TASK DIRECTIONS
Output the line that contains "double sum = 0;" and every line after it to the end of the entries, with nothing added or left out.

MATERIALS PROVIDED

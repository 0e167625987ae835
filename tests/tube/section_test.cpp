#include "wavefount/tube/section.h"

#include <gtest/gtest.h>

#include <algorithm>
#include <cmath>

namespace wavefount::tube {
namespace {

struct Section {
  double tilt = 0, roundness = 0, line = 0, line_width = 2;
};

/// Profile with its true edge at `edge` against a half-height position at zero.
EdgeProfile drawn(const Section& section, double half, double edge) {
  EdgeProfile profile;
  profile.half_width = half - edge;
  profile.first = -0.9 * *profile.half_width;
  for (double at = profile.first; at <= 14; at += profile.step) {
    const double step = 0.5 * std::erfc((at - edge) / (1.3 * std::sqrt(2.0)));
    const double u = std::clamp((at - edge + half) / half, -1.0, 1.0);
    const double chord = std::sqrt(1 - u * u);
    const double away = (at - edge) / section.line_width;
    profile.values.push_back(step * (1 - section.roundness + section.roundness * chord) *
                                 (1 + section.tilt * u) +
                             section.line * std::exp(-0.5 * away * away));
  }
  return profile;
}

TEST(Section, PlainAndTiltedEdgesStay) {
  EXPECT_EQ(edge_offset(drawn({}, 40, 0)), 0);
  EXPECT_NEAR(edge_offset(drawn({0.1}, 40, 0)), 0, 0.3);
  EXPECT_NEAR(edge_offset(drawn({-0.1}, 40, 0)), 0, 0.3);
}

TEST(Section, GlowPushesTheHalfHeightOut) {
  EXPECT_NEAR(edge_offset(drawn({0, 0, 1.2, 2}, 40, -2.5)), -2.5, 0.4);
  EXPECT_NEAR(edge_offset(drawn({0.05, 0, 2, 3}, 40, -4)), -4, 0.5);
}

TEST(Section, RoundSectionPullsItIn) {
  EXPECT_NEAR(edge_offset(drawn({0, 1, 0}, 40, 3)), 3, 0.5);
}

TEST(Section, TooShortAProfileSaysNothing) {
  EdgeProfile profile;
  profile.values = {1, 0.5, 0};
  EXPECT_EQ(edge_offset(profile), 0);
}

}  // namespace
}  // namespace wavefount::tube
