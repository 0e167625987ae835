#include "wavefount/timing/fall.h"

#include <Eigen/Dense>
#include <algorithm>
#include <cmath>

namespace wavefount {

namespace {

enum Column { level_column, slope_column, bend_column, base_column, drift_column, columns };
using Row = Eigen::Matrix<double, columns, 1>;
using Normal = Eigen::Matrix<double, columns, columns>;

// Priors, as standard deviations: of the slope in level/age and of the bend in level/age², twice
// what a filling curve can reach, since nuclei do not fill by the book; of the base in levels; of
// its drift in levels over the window, since neighbours release as well.
constexpr double slope_prior = 1;
constexpr double bend_prior = 0.6;
constexpr double base_prior = 0.3;
constexpr double drift_prior = 0.1;

// Likelihoods this far below the best no longer matter.
constexpr double negligible_misfit = 20;
constexpr int coarse_points = 32;
constexpr int fine_points = 30;
// A likelihood resolved by fewer points than this is looked at again, closer.
constexpr int enough_points = 14;
constexpr int zooms = 6;

// Mean over the exposure of the model's columns, the onset at time zero. `from`: start of exposure.
Row columns_at(double from, double exposure, const ReleaseCurve& curve) {
  const double to = from + exposure, middle = from + 0.5 * exposure;
  Row row;
  const double share = exposure > 0 ? curve.mean(from, to) : curve.at(from);
  row[level_column] = share;
  row[base_column] = 1 - share;
  if (to <= 0) {
    row[slope_column] = middle;
    row[bend_column] = middle * middle;
    row[drift_column] = 0;
  } else if (from >= 0) {
    row[slope_column] = 0;
    row[bend_column] = 0;
    row[drift_column] = middle * (1 - share);
  } else {  // the onset lies within the exposure
    row[slope_column] = -0.5 * from * from / exposure;
    row[bend_column] = -from * from * from / (3 * exposure);
    row[drift_column] = 0;
  }
  return row;
}

Row prior_precision(const FallWindow& window) {
  const double level = std::max(std::abs(window.level), 1e-9);
  const double age = std::max(window.age_min, 3 * window.interval_min);
  const double length = window.samples.back().time_min - window.samples.front().time_min;
  Row sd;
  sd[level_column] = INFINITY;
  sd[slope_column] = slope_prior * level / age;
  sd[bend_column] = bend_prior * level / (age * age);
  sd[base_column] = base_prior * level;
  sd[drift_column] = drift_prior * level / std::max(length, 1e-9);
  return sd.cwiseProduct(sd).cwiseInverse();
}

struct Solved {
  Row solution;
  Normal data;  // the samples' part of the normal matrix
  Eigen::LLT<Normal> factor;
  double misfit = 0;
};

Solved solve(const FallWindow& window, const ReleaseCurve& curve, double onset, const Row& prior) {
  Solved solved;
  solved.data.setZero();
  Row right = Row::Zero();
  double squares = 0;
  for (const auto& sample : window.samples) {
    const Row row = columns_at(sample.time_min - onset, window.exposure_min, curve);
    const double weight = 1 / sample.variance;
    const Row weighted = weight * row;
    // Most columns are zero on either side of the onset; the lower half is enough.
    for (int j = 0; j < columns; ++j) {
      if (weighted[j] == 0) continue;
      for (int i = j; i < columns; ++i) solved.data(i, j) += row[i] * weighted[j];
    }
    right += sample.signal * weighted;
    squares += weight * sample.signal * sample.signal;
  }
  solved.data.triangularView<Eigen::StrictlyUpper>() = solved.data.transpose();
  right[base_column] += prior[base_column] * window.base;
  squares += prior[base_column] * window.base * window.base;
  Normal normal = solved.data;
  normal.diagonal() += prior;
  solved.factor.compute(normal);
  solved.solution = solved.factor.solve(right);
  solved.misfit = squares - solved.solution.dot(right);
  return solved;
}

std::vector<double> spaced(double from, double to, int count) {
  std::vector<double> grid(count);
  for (int i = 0; i < count; ++i) grid[i] = from + (to - from) * i / (count - 1);
  return grid;
}

// First and last grid point whose likelihood still matters, one further at either side.
std::pair<std::size_t, std::size_t> support(const OnsetLikelihood& likelihood) {
  const auto& values = likelihood.log_likelihood;
  const double limit = *std::max_element(values.begin(), values.end()) - 0.5 * negligible_misfit;
  std::size_t first = 0, last = values.size() - 1;
  while (values[first] < limit) ++first;
  while (values[last] < limit) --last;
  return {first > 0 ? first - 1 : 0, std::min(last + 1, values.size() - 1)};
}

}  // namespace

OnsetFit fit_onset(const FallWindow& window, const ReleaseCurve& curve, double onset_min) {
  const auto solved = solve(window, curve, onset_min, prior_precision(window));
  OnsetFit fit;
  fit.misfit = solved.misfit;
  fit.level = solved.solution[level_column];
  fit.base = solved.solution[base_column];
  fit.log_det = 2 * solved.factor.matrixLLT().diagonal().array().log().sum();
  fit.leverage = solved.factor.solve(solved.data).trace();
  return fit;
}

std::vector<double> onset_residuals(const FallWindow& window, const ReleaseCurve& curve,
                                    double onset_min) {
  const auto solved = solve(window, curve, onset_min, prior_precision(window));
  std::vector<double> residuals;
  for (const auto& sample : window.samples) {
    const Row row = columns_at(sample.time_min - onset_min, window.exposure_min, curve);
    residuals.push_back((sample.signal - row.dot(solved.solution)) / std::sqrt(sample.variance));
  }
  return residuals;
}

OnsetLikelihood onset_likelihood(const FallWindow& window, const ReleaseCurve& curve,
                                 const std::vector<double>& grid_min) {
  OnsetLikelihood likelihood;
  likelihood.onset_min = grid_min;
  likelihood.least_misfit = INFINITY;
  const Row prior = prior_precision(window);
  for (const double onset : grid_min) {
    const auto solved = solve(window, curve, onset, prior);
    const double log_det = 2 * solved.factor.matrixLLT().diagonal().array().log().sum();
    likelihood.log_likelihood.push_back(-0.5 * (solved.misfit + log_det));
    if (solved.misfit < likelihood.least_misfit) {
      likelihood.least_misfit = solved.misfit;
      likelihood.best_min = onset;
    }
  }
  return likelihood;
}

OnsetLikelihood onset_likelihood(const FallWindow& window, const ReleaseCurve& curve) {
  auto likelihood = onset_likelihood(window, curve,
                                     spaced(window.earliest_min, window.latest_min, coarse_points));
  for (int zoom = 0; zoom < zooms; ++zoom) {
    const auto [first, last] = support(likelihood);
    if (zoom > 0 && last - first >= enough_points) break;
    likelihood = onset_likelihood(
        window, curve,
        spaced(likelihood.onset_min[first], likelihood.onset_min[last], fine_points));
  }
  return likelihood;
}

double OnsetLikelihood::log_evidence() const {
  const double highest = *std::max_element(log_likelihood.begin(), log_likelihood.end());
  double sum = 0;
  for (const double value : log_likelihood) sum += std::exp(value - highest);
  const double step = onset_min.size() > 1 ? onset_min[1] - onset_min[0] : 1;
  return highest + std::log(sum * step);
}

ReleaseCurve curve_for(const FallWindow& window, const ReleaseShape& shape,
                       const Surroundings& surroundings) {
  const double length =
      window.samples.back().time_min + window.exposure_min - window.earliest_min + 1e-3;
  // Fine against the frame interval, which the errors are measured in, within a bounded table.
  const double step = std::clamp(length / 600, window.interval_min / 100, window.interval_min / 16);
  return {shape, surroundings, window.radius_um, length, step};
}

}  // namespace wavefount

ANSWER BOX
  double sum = 0;
  for (const double value : log_likelihood) sum += std::exp(value - highest);
  const double step = onset_min.size() > 1 ? onset_min[1] - onset_min[0] : 1;
  return highest + std::log(sum * step);
}

ReleaseCurve curve_for(const FallWindow& window, const ReleaseShape& shape,
                       const Surroundings& surroundings) {
  const double length =
      window.samples.back().time_min + window.exposure_min - window.earliest_min + 1e-3;
  // Fine against the frame interval, which the errors are measured in, within a bounded table.
  const double step = std::clamp(length / 600, window.interval_min / 100, window.interval_min / 16);
  return {shape, surroundings, window.radius_um, length, step};
}

}  // namespace wavefount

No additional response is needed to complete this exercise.